Em entrevista ao Financial Times, por ocasião da divulgação de um novo relatório da Generation Investment Management, gestora de investimentos que cofundou, Gore afirmou que o consumo de energia associado à inteligência artificial é uma preocupação, mas não motivo para pânico. Segundo ele, a tecnologia também pode contribuir para tornar sistemas de energia mais eficientes e ampliar o uso de fontes renováveis.

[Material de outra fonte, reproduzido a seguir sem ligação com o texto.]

"""The good core and the list of known farm hosts, as an editor would hand them in."""

import numpy as np
import pyarrow as pa

from scenario.honest import SLICES, HonestWeb
from scenario.settings import Settings
from scenario.web import IntArray, Web, choose

REVIEWERS = ("A. Fenwick", "J. Osei", "M. Tarn", "R. Solveig")
NOTES = (
    "",
    "",
    "",
    "about page and imprint read",
    'calls itself "the coast\'s own", imprint complete',
    "two editors, public register entry",
    "Küstenarchiv, checked by phone",
)
# Entries that name no host of the crawl, as every hand-kept list has some.
UNMATCHED = (
    ("www.closed-last-year.ac.example", "universities"),
    ("http://old-reading-room.org.example/about", "libraries"),
    ("HARBOUR-MUSEUM-THAT-MOVED.org.example", "museums"),
)


def choose_core(honest: HonestWeb, settings: Settings, n_hosts: int) -> dict[str, IntArray]:
    """Core members by slice: `core_share` of `n_hosts`, every slice in proportion to its institutions."""
    rng = settings.random("core")
    institutions = {name: np.intersect1d(honest.by_kind[name], honest.linkers) for name in SLICES}
    eligible = sum(len(hosts) for hosts in institutions.values())
    wanted = settings.core_share * n_hosts
    return {
        name: np.sort(choose(rng, hosts, max(1, round(wanted * len(hosts) / eligible))))
        for name, hosts in institutions.items()
    }


def core_table(web: Web, core: dict[str, IntArray], settings: Settings) -> pa.Table:
    """The core list: host, slice, weight, reviewed_on, reviewer, note; a few names in other spellings."""
    rng = settings.random("core list")
    rows: list[tuple[str, str, str, str, str, str]] = []
    for slice_name, hosts in core.items():
        for number, host in enumerate(hosts.tolist()):
            name = web.names[host]
            spelled = {1: f"https://{name}/", 3: name.upper(), 5: f"{name}."}.get(number, name)
            weight = "2" if rng.random() < 0.06 else "1"
            rows.append((spelled, slice_name, weight, *_review(rng)))
            if number == 7:  # a second entry of the same host: the larger weight counts
                rows.append((name, slice_name, "0.5", *_review(rng)))
    rows += [(name, slice_name, "1", *_review(rng)) for name, slice_name in UNMATCHED]
    columns = ("host", "slice", "weight", "reviewed_on", "reviewer", "note")
    return pa.table(dict(zip(columns, map(list, zip(*rows, strict=True)), strict=True)))


def _review(rng: np.random.Generator) -> tuple[str, str, str]:
    month, day = 1 + int(rng.random() * 10), 1 + int(rng.random() * 28)
    reviewer = REVIEWERS[int(rng.random() * len(REVIEWERS))]
    return f"2026-{month:02d}-{day:02d}", reviewer, NOTES[int(rng.random() * len(NOTES))]


def known_spam_table(web: Web, settings: Settings) -> pa.Table:
    """Farm hosts that somebody reported before: every twelfth or so of the boosters, some targets."""
    rng = settings.random("known spam")
    share = {"booster": 0.08, "feeder": 0.04, "target": 0.1}
    # A target that was an honest host before, or is fed by abuse, is what nobody has noticed yet.
    listed = [
        (web.names[host], web.roles[host])
        for host, draw in enumerate(rng.random(len(web.names)).tolist())
        if draw < share.get(web.roles[host], 0.0) and web.shapes[host] not in ("expired", "abused_core")
    ]
    return pa.table(
        {
            "host": pa.array([name for name, _ in listed], pa.string()),
            "note": pa.array(["reported by a reader" for _ in listed], pa.string()),
        }
    )
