@pytest.mark.parametrize("model", ["lognormal", "gamma", "normal"])
def test_the_jackknife_is_that_of_fits_to_all_but_one(model):
    """Brute force: every result left out in turn, each fit from scratch; one lies far off."""
    detects, limits = [*DETECTS, 90.0], LIMITS
    n, fitted = len(detects) + len(limits), profile_of_mean(detects, limits, model).mean
    fits = [
        profile_of_mean(detects[:k] + detects[k + 1 :], limits, model).mean
        for k in range(len(detects))
    ]
    fits += [
        profile_of_mean(detects, limits[:k] + limits[k + 1 :], model).mean
        for k in range(len(limits))
    ]
    expected = n * fitted - (n - 1) * float(np.mean(fits))
    assert jackknifed(detects, limits, model, fitted=fitted) == pytest.approx(expected, rel=2e-4)


@pytest.mark.parametrize("model", ["lognormal", "gamma", "normal"])
def test_the_error_is_that_of_scipys_second_derivatives(model):
    """Other route: the inverse of the observed information in mean and spread, by differences."""
    found = profile_of_mean(DETECTS, LIMITS, model)

    def loss(mean, spread):
        law = {
            "lognormal": lambda: stats.lognorm(spread, scale=mean * math.exp(-(spread**2) / 2)),
            "gamma": lambda: stats.gamma(spread**-2, scale=mean * spread**2),
            "normal": lambda: stats.norm(mean, spread),
        }[model]()
        return -float(law.logpdf(DETECTS).sum() + law.logcdf(LIMITS).sum())

    m, s, a, b = found.mean, found.spread, 1e-3 * found.mean, 1e-3 * found.spread
    mm = (loss(m + a, s) - 2 * loss(m, s) + loss(m - a, s)) / a**2
    ss = (loss(m, s + b) - 2 * loss(m, s) + loss(m, s - b)) / b**2
    corners = loss(m + a, s + b) - loss(m + a, s - b) - loss(m - a, s + b) + loss(m - a, s - b)
    ms = corners / (4 * a * b)
    assert found.standard_error == pytest.approx(math.sqrt(ss / (mm * ss - ms**2)), rel=1e-3)


# --- what holds for all ---------------------------------------------------------------------------


@pytest.mark.parametrize("method", METHODS)
@pytest.mark.parametrize("times", [1000.0, 1e-6, 1e9])
def test_a_change_of_unit_changes_nothing_else(method, times):
    """From mg/kg to µg/kg everything is a thousand times as large."""
    one = censored_mean(DETECTS, LIMITS, method)
    many = censored_mean([times * x for x in DETECTS], [times * x for x in LIMITS], method)
    ours = (many.mean, many.standard_error, many.low, many.high)
    expected = [times * x for x in (one.mean, one.standard_error, one.low, one.high)]
    assert ours == pytest.approx(expected, rel=1e-4)


@pytest.mark.parametrize("method", METHODS)
def test_a_limit_on_one_side_leaves_the_other_end_open(method):
    """An upper limit is the end of a wider interval: 90 % two-sided is 95 % one-sided."""
    upper = censored_mean(DETECTS, LIMITS, method, kind="upper-limit")
    lower = censored_mean(DETECTS, LIMITS, method, kind="lower-limit")
    both = censored_mean(DETECTS, LIMITS, method, confidence=0.90)
    assert (upper.low, lower.high) == (None, None)
    assert (lower.low, upper.high) == pytest.approx((both.low, both.high), rel=1e-6)
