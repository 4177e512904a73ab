"""Questions other than the precision of a mean: one file each, with its table, words and rules.

Each module gives ``Asked`` (the table below ``[[objective]]``), ``MEANING`` (what its keys are) and
``problems`` (what must hold between them). The table is named as the question, with underscores.
"""

from fieldplan.campaign.questions import (
    all_clear,
    change,
    mean_and_background,
    mean_and_level,
    share,
    smallest_patch,
    upper_share,
    which_exceed,
)

MODULES = {
    "all-clear": all_clear,
    "change": change,
    "mean-and-background": mean_and_background,
    "mean-and-level": mean_and_level,
    "share": share,
    "smallest-patch": smallest_patch,
    "upper-share": upper_share,
    "which-exceed": which_exceed,
}
"""Question, as the campaign file names it, and its module."""

WITHOUT_SIGMA = frozenset(
    {"all-clear", "change", "share", "smallest-patch", "upper-share", "which-exceed"}
)
"""Questions that can be answered where nobody knows a standard deviation."""


def table_of(question: str) -> str:
    """Name the table that a question reads.

    Examples
    --------
    >>> table_of("all-clear")
    'all_clear'
    """
    return question.replace("-", "_")


def meanings() -> dict[str, str]:
    """Say what every key of every question's table is."""
    found: dict[str, str] = {}
    for question, module in MODULES.items():
        name = f"objective.{table_of(question)}"
        found[name] = module.MEANING[""]
        found |= {f"{name}.{key}": words for key, words in module.MEANING.items() if key}
    return found
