def test_number_of_results_that_nobody_knows_is_not_asked_for_again(folder):
    """Enter says so at its own question."""
    conversation(*AREA, "none", "27.57", "an old report", "", "SE 6", "plain", "L. Fenn", *END)
    assert written()["sigma"][0] == {"value": 27.57, "source": "an old report"}
    assert inspect_campaign(folder / "campaign.toml").fill_in == ()


def test_files_are_looked_at_where_they_are_named(folder):
    """What they hold is a check of having named the right ones; area by pyproj's geodesics."""
    hectares = Geod(ellps="WGS84").polygon_area_perimeter(*zip(*RING, strict=True))[0] / 10_000
    (folder / "site.geojson").write_text(json.dumps(BOUNDARY))
    text = said(conversation(*AREA, "pilot.csv", "", "", "", ""))
    assert f"That is {hectares:.4f} ha (" in text
    assert "8 pilot locations (pilot.csv) have a mean of 41.8 mg/kg" in text


def test_file_that_cannot_be_used_is_told_where_it_is_named(folder):
    """A few of its faults; the file is kept, since it may be mended."""
    rows = "".join(f"P{k},Lead,x{k},mg/kg\n" for k in range(9))
    (folder / "pilot.csv").write_text("location_id,analyte,as_reported,unit\n" + rows)
    text = said(conversation(*AREA, "pilot.csv", "", "", "", ""))
    assert "pilot.csv is kept, but cannot be used as it stands ('back' names another):" in text
    assert "… and 6 more; 'fieldplan check' will list them." in text
    assert written()["sigma"][0]["pilot"] == "pilot.csv"


def test_columns_of_the_pilot_are_asked_for(folder):
    """The laboratory's own names are usual; the file then says which is which."""
    renamed = PILOT.replace("as_reported", "Result").replace("location_id", "Well ID")
    (folder / "pilot.csv").write_text(renamed)
    text = said(
        conversation(*AREA, "pilot.csv", "well id", "Well ID", "Nothing", "Result", *LEFT_OPEN)
    )
    assert (
        "Which column of pilot.csv holds the names of the locations? It has 'Well ID', 'an" in text
    )
    assert "'Well ID' is said to be location_id already." in text
    assert "there is no column 'Nothing'. Type one of them as it stands." in text
    assert written()["sigma"][0]["columns"] == {"location_id": "Well ID", "as_reported": "Result"}
    assert "have a mean of 41.8 mg/kg" in text


def test_columns_below_a_letterhead_are_asked_for(folder):
    """A certificate begins with the laboratory's name."""
    renamed = PILOT.replace("as_reported", "Result").replace("location_id", "Well ID")
    (folder / "pilot.csv").write_text(f"Invented Laboratory Ltd\nReport 12\n\n{renamed}")
    text = said(conversation(*AREA, "pilot.csv", "Well ID", "Result", *LEFT_OPEN))
    assert "It has 'Well ID', 'analyte', 'Result', 'unit'." in text
    assert "have a mean of 41.8 mg/kg" in text


def test_corners_can_be_pasted_in_the_conversation(folder):
    """An empty line ends; a bad line is asked again; 'back' takes one corner back."""
    conversation(
        *PLAN, "corners", "52.1, -1.9", "52.1", "52.1, -1.8", "52.9, -1.8", "back", "52.2, -1.8",
        "", "none", "Lead", "mg/kg", "none", "none", "", "", "20 %", "", "", "",
    )  # fmt: skip
    ring = json.loads((folder / "boundary.geojson").read_text())["features"][0]["geometry"]
    assert ring["coordinates"][0] == [[-1.9, 52.1], [-1.8, 52.1], [-1.8, 52.2], [-1.9, 52.1]]
    assert written()["objective"][0]["relative_half_width"] == 0.2


def test_circle_can_be_asked_for_in_the_conversation(folder):
    """Centre first, then the radius."""
    conversation(
        *PLAN, "around", "52.1, -1.9", "150 m", "none", "Lead", "mg/kg", "none", "none", "", "",
        "budget 900", "", "",
    )  # fmt: skip
    assert written()["frame"][0]["boundary_assumed"] is True
    assert written()["cost"]["currency"] == "FILL IN"


def test_boundary_that_is_there_is_told_at_the_question(folder):
    """At the end all answers would be lost."""
    (folder / "boundary.geojson").write_text("mine")
    text = said(conversation(*PLAN, "corners", "boundary.geojson", *LEFT_OPEN))
    assert "boundary.geojson is there already and is never replaced. Type its name to use" in text
    assert (folder / "boundary.geojson").read_text() == "mine"
    assert written()["frame"][0]["boundary"] == "boundary.geojson"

A posição apresentada por Gore coloca a IA dentro de uma equação mais ampla: a mesma tecnologia que aumenta a demanda por eletricidade e infraestrutura pode, se aplicada em determinadas áreas, ajudar a reduzir desperdícios, melhorar a eficiência e diminuir emissões. O resultado ambiental dessa transformação, porém, dependerá de quais aplicações prevalecerão e de como a expansão da infraestrutura necessária para a IA será abastecida.
A discussão ocorre em um momento de forte expansão da infraestrutura necessária para o funcionamento da IA. Data centers demandam grandes quantidades de eletricidade e, dependendo da matriz energética utilizada, podem aumentar as emissões de carbono.

Dados da Agência Internacional de Energia (IEA) mostram a dimensão desse crescimento. A entidade estima que o consumo global de eletricidade dos data centers mais que dobre até 2030, chegando a aproximadamente 945 terawatts-hora (TWh). Isso equivaleria a pouco menos de 3% do consumo mundial de eletricidade. A IEA também projeta crescimento médio de cerca de 15% ao ano no consumo dos data centers entre 2024 e 2030.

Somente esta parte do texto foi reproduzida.